I'm using PostgreSQL 9.1 on Ubuntu. Are scheduled VACUUM ANALYZE
still recommended, or is autovacuum enough to take care of all needs?
If the answer is "it depends", then:
- I have a largish database (30 GiB compressed dump size, 200 GiB data directory)
- I do ETL into the database, importing close to 3 million rows per week
- The tables with the most frequent changes are all inherited from a master table, with no data in the master table (data is partitioned by week)
- I create hourly rollups, and from there, daily, weekly and monthly reports
I'm asking because the scheduled VACUUM ANALYZE
is impacting my reporting. It runs for more than 5 hours, and I've had to kill it twice this week, because it was impacting regular database imports. check_postgres
doesn't report any significant bloat on the database, so that's not really an issue.
From the docs, autovacuum should take care of transaction ID wrap around as well. The question stands: do I still need a VACUUM ANALYZE
?
Best Answer
VACUUM is only needed on updated or deleted rows in non-temporary tables. Obviously you're doing lots of INSERTs but it's not obvious from the description that you're also doing lots of UPDATEs or DELETEs.
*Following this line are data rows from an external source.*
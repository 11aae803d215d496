"""The bundled demo opens as an untitled copy: Save asks where, the demo stays as shipped."""

from pathlib import Path

from workbench.core.commands import EditActivity
from workbench.resources import demo_path


def test_demo_opens_untitled_and_save_asks_where(window, ui_env, tmp_path):
    shipped = demo_path().read_bytes()
    assert window.files.open_path(str(demo_path()), ask=False)
    assert window.files.path is None
    assert window.files.display_name() == window.session.plan.settings.title
    window.session.push(EditActivity(window.session.plan.ids()[1], name="Changed in the meeting"))
    ui_env.replies["ask_save_path"] = str(tmp_path / "clinic.slw")
    assert window.files.save()
    assert "ask_save_path" in ui_env.names()
    assert window.files.path == str((tmp_path / "clinic.slw").resolve())
    assert demo_path().read_bytes() == shipped
    assert not Path(str(demo_path()) + ".bak").exists()
    assert str(demo_path().resolve()) not in window.files.recent_files()
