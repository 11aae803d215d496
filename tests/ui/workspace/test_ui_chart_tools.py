"""Any single chart can be copied as a picture (Ctrl+C in its dock), exported and printed."""

from PySide6.QtCore import Qt
from PySide6.QtGui import QGuiApplication, QImage
from PySide6.QtWidgets import QApplication

from workbench.ui.workspace import chart_tools


def shown(window, qtbot, title):
    window.show()
    qtbot.waitExposed(window)
    window.docks[title].raise_()
    view = window.view(title)
    view.setFocus()
    return view


def test_ctrl_c_in_the_odds_dock_copies_the_chart(window, qtbot):
    view = shown(window, qtbot, "Odds")
    QGuiApplication.clipboard().clear()
    holder = window.docks["Odds"].widget().widget()
    qtbot.mouseClick(holder, Qt.MouseButton.LeftButton)    # a click in the dock, as a planner does
    qtbot.waitUntil(lambda: QApplication.focusWidget() is not None
                    and window.docks["Odds"].isAncestorOf(QApplication.focusWidget()))
    qtbot.keyClick(QApplication.focusWidget(), Qt.Key.Key_C, Qt.KeyboardModifier.ControlModifier)
    image = QGuiApplication.clipboard().image()
    assert not image.isNull()
    assert (image.width(), image.height()) == (view.width(), view.height())


def test_export_the_drivers_chart(window, ui_env, qtbot, tmp_path):
    shown(window, qtbot, "Drivers")
    window.last_chart = "Drivers"
    ui_env.replies["ask_save_path"] = lambda parent, title, suggested, filters: (
        ui_env.replies.update(seen=(title, suggested)) or str(tmp_path / "drivers"))
    path = chart_tools.export_chart(window)
    assert path == str(tmp_path / "drivers.png")
    assert "Drivers" in ui_env.replies["seen"][0]
    assert not QImage(path).isNull()


def test_a_chart_prints_onto_one_page(window, ui_env, qtbot, tmp_path):
    from PySide6.QtPrintSupport import QPrinter
    shown(window, qtbot, "Odds")
    window.last_chart = "Odds"
    printer = QPrinter(QPrinter.PrinterMode.HighResolution)
    printer.setOutputFormat(QPrinter.OutputFormat.PdfFormat)
    printer.setOutputFileName(str(tmp_path / "odds.pdf"))
    ui_env.replies["ask_printer"] = printer
    window.menu_actions["print_chart"].trigger()
    data = (tmp_path / "odds.pdf").read_bytes()
    assert data.startswith(b"%PDF") and data.count(b"/Type /Page") - data.count(b"/Type /Pages") == 1
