"""Reference cycles holding Qt widgets are freed on the window thread, never on a worker
thread that happens to allocate when Python's collector would start."""

import gc
import threading

from PySide6.QtCore import Qt
from PySide6.QtWidgets import QWidget

from workbench.ui.collector import WindowThreadCollector, collect_due
from workbench.ui.workspace.app import application


class Panel(QWidget):
    """Like every widget of ours, a Python subclass."""


def widget_in_a_cycle(record: list) -> None:
    w = Panel()
    w.itself = w                     # only the cycle collector can free it
    w.destroyed.connect(lambda *_: record.append(threading.current_thread().name),
                        Qt.ConnectionType.DirectConnection)


HELD: list = []


def busy_worker() -> None:
    """Makes many new containers and keeps them (as a simulation's results are kept), far
    past every collection threshold."""
    HELD.append([[i] for i in range(50 * gc.get_threshold()[0])])


def test_the_application_turns_automatic_collection_off(qapp):
    app = application([])
    assert app.findChild(WindowThreadCollector) is not None
    assert not gc.isenabled()


def test_a_cycle_is_freed_on_the_window_thread_not_the_busy_worker(qapp, qtbot):
    application([])
    record: list[str] = []
    widget_in_a_cycle(record)
    worker = threading.Thread(target=busy_worker, name="busy worker")
    worker.start()
    worker.join()
    assert record == []                                      # the worker collected nothing
    qtbot.waitUntil(lambda: record != [], timeout=5000)      # the window thread's timer did
    assert record == [threading.main_thread().name]
    HELD.clear()


def test_collect_due_follows_pythons_thresholds(qapp):
    application([])                                          # automatic collection off
    gc.collect()
    assert collect_due() is None                             # nothing due right after a collection
    junk = [[i] for i in range(gc.get_threshold()[0] * 2)]   # past the youngest generation's threshold
    assert gc.get_count()[0] > gc.get_threshold()[0]
    assert collect_due() is not None
    assert gc.get_count()[0] < gc.get_threshold()[0]
    del junk


def test_without_the_collector_the_worker_would_have_freed_it(qapp):
    """The hazard itself, shown with Python's automatic collection back on for a moment: the
    worker is already waiting, so the window thread allocates almost nothing meanwhile."""
    record: list[str] = []
    go = threading.Event()
    worker = threading.Thread(target=lambda: (go.wait(), busy_worker()), name="busy worker")
    worker.start()
    gc.collect()                     # counts back to zero: the next collection is the worker's
    widget_in_a_cycle(record)
    gc.enable()
    try:
        go.set()
        worker.join()
    finally:
        gc.disable()
    HELD.clear()
    assert record == ["busy worker"]
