"""Redo answers to every key the system uses for it, and the guide lists the keys as the
actions have them; the guide covers the views and the terms; About gives the version."""

from PySide6.QtGui import QKeySequence

from workbench import __version__
from workbench.ui.workspace.help_text import guide_markdown

Std = QKeySequence.StandardKey


def native(keys):
    return [k.toString(QKeySequence.SequenceFormat.NativeText) for k in keys]


def test_undo_and_redo_use_all_the_platform_keys(window):
    acts = window.menu_actions
    assert acts["redo"].shortcuts() == QKeySequence.keyBindings(Std.Redo)
    assert acts["undo"].shortcuts() == QKeySequence.keyBindings(Std.Undo)
    assert len(QKeySequence.keyBindings(Std.Redo)) >= 1


def test_the_guide_lists_the_keys_it_has_and_covers_views_and_terms(window, ui_env):
    shown = []
    ui_env.replies["show_guide"] = lambda parent, text: shown.append(text)
    window.menu_actions["guide"].trigger()
    text = shown[0]
    for key in native(window.menu_actions["redo"].shortcuts()):
        assert f"| Redo | " in text and key in text
    for heading in ("# The Timeline view", "# The Network view", "# The Odds and Drivers views",
                    "# Terms used in Slackline"):
        assert heading in text
    assert "Total float" in text and "Merge bias" in text
    assert guide_markdown(window.menu_actions) == text


def test_about_gives_the_version(window, ui_env):
    said = []
    ui_env.replies["show_info"] = lambda parent, title, message: said.append(message)
    window.menu_actions["about"].trigger()
    assert f"Slackline {__version__}" in said[0]


def test_the_frozen_app_carries_every_guide_page():
    from pathlib import Path
    from workbench.ui.workspace.help_text import PAGES
    spec = (Path(__file__).resolve().parents[3] / "installer" / "slackline.spec").read_text(encoding="utf-8")
    for name, _title in PAGES:
        assert f'"{name}"' in spec
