"""The summary strip leads with a current simulation's figures, PERT beside them; says
when the simulation is out of date; forgets it when another plan is loaded."""

import datetime as dt

from workbench.core import Activity, Link, Plan, Settings
from workbench.core.commands import EditActivity
from workbench.core.montecarlo import simulate
from workbench.figures.headline import percent
from workbench.ui.session import Session
from workbench.ui.workspace.summary_strip import SummaryStrip


def merging_plan() -> Plan:
    """Five parallel paths into one finish: PERT, on one path, is far too hopeful."""
    acts = [Activity(f"P{i}", optimistic=8, most_likely=10, pessimistic=18) for i in range(5)]
    acts.append(Activity("END", duration=0))
    return Plan(Settings(title="Merge", start=dt.date(2027, 3, 1), deadline=11.0, target_confidence=0.8),
                acts, [Link(a.id, "END") for a in acts[:-1]])


def test_strip_follows_the_simulation_and_says_when_it_is_stale(qtbot):
    session = Session(merging_plan())
    strip = SummaryStrip(session)
    qtbot.addWidget(strip)
    pert = session.analysis.probability_by_deadline()
    assert strip.values["odds"].text().startswith(percent(pert))
    sim = simulate(session.plan, 3000, seed=8)
    session.set_simulation(sim)
    chance = sim.prob_by(session.analysis.deadline)[0]
    assert chance < pert - 0.2
    assert strip.values["odds"].text().startswith(percent(chance))
    assert strip.captions["odds"].text() == "Chance of meeting the deadline (simulation)"
    assert strip.besides["odds"].text() == f"PERT (single path): {percent(pert)}"
    assert strip.captions["target"].text().startswith("P80")
    session.push(EditActivity("P0", name="Path zero"))
    assert "out of date" in strip.note.text() and percent(chance) in strip.note.text()
    session.load(merging_plan())
    assert "No simulation yet" in strip.note.text()
    assert strip.captions["odds"].text().endswith("(PERT)")
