"""Launching: run_app opens the window with the file given, else the last plan."""

import os
import subprocess
import sys
import textwrap

from support.ui import sample_plan
from workbench.io.planfile import save_plan

LAUNCH = textwrap.dedent("""
    import sys
    from PySide6.QtCore import QTimer
    from PySide6.QtWidgets import QApplication
    from workbench.ui.workspace.app import application, run_app

    def report():
        QApplication.processEvents()
        win = next(w for w in QApplication.topLevelWidgets() if type(w).__name__ == "MainWindow")
        print("TITLE", win.windowTitle())
        print("COUNT", len(win.session.plan), "VISIBLE", win.isVisible())
        QApplication.quit()

    app = application()
    QTimer.singleShot(0, report)
    sys.exit(run_app(sys.argv[1:]))
""")


def launch(tmp_path, *args):
    env = dict(os.environ, QT_QPA_PLATFORM="offscreen", SLACKLINE_MULTI_INSTANCE="1",
               SLACKLINE_DATA_DIR=str(tmp_path / "data"), XDG_CONFIG_HOME=str(tmp_path / "config"),
               HOME=str(tmp_path))
    result = subprocess.run([sys.executable, "-c", LAUNCH, *args], env=env, capture_output=True,
                            text=True, timeout=180)
    assert result.returncode == 0, result.stderr[-3000:]
    return dict(line.split(" ", 1) for line in result.stdout.splitlines() if " " in line)


def test_file_argument_opens_it_then_it_is_the_last_plan(tmp_path):
    path = tmp_path / "refit.slw"
    save_plan(sample_plan(), path)
    out = launch(tmp_path, str(path))
    assert out["TITLE"].startswith("refit.slw")
    assert out["COUNT"].startswith("7 VISIBLE True")
    again = launch(tmp_path)  # no argument: the last plan from the settings
    assert again["TITLE"].startswith("refit.slw")


def test_first_run_shows_the_demo_plan(tmp_path):
    from workbench.ui.workspace.app import demo_plan
    demo = demo_plan()
    out = launch(tmp_path)
    assert out["COUNT"].startswith(f"{len(demo)} VISIBLE True")
    assert out["TITLE"].startswith(demo.settings.title)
These operations can be tracked with the
pg_stat_all_tables
view, specifically then_tup_upd
andn_tup_del
columns. Also, even more to the point, there is an_dead_tup
column that tells, per table, how much rows need to be vacuumed. (see Monitoring statistics in the doc for functions and views related to statistics gathering).A possible strategy in your case would be to suppress the scheduled VACUUM, keeping an eye on this view and checking on which tables the
n_dead_tup
is going up significantly. Then apply the aggressive VACUUM to these tables only. This will be a win if there are large tables whose rows never get deleted nor updated and the aggressive VACUUM is really necessary only on smaller tables.But keep running the ANALYZE for the optimizer to always have fresh statistics.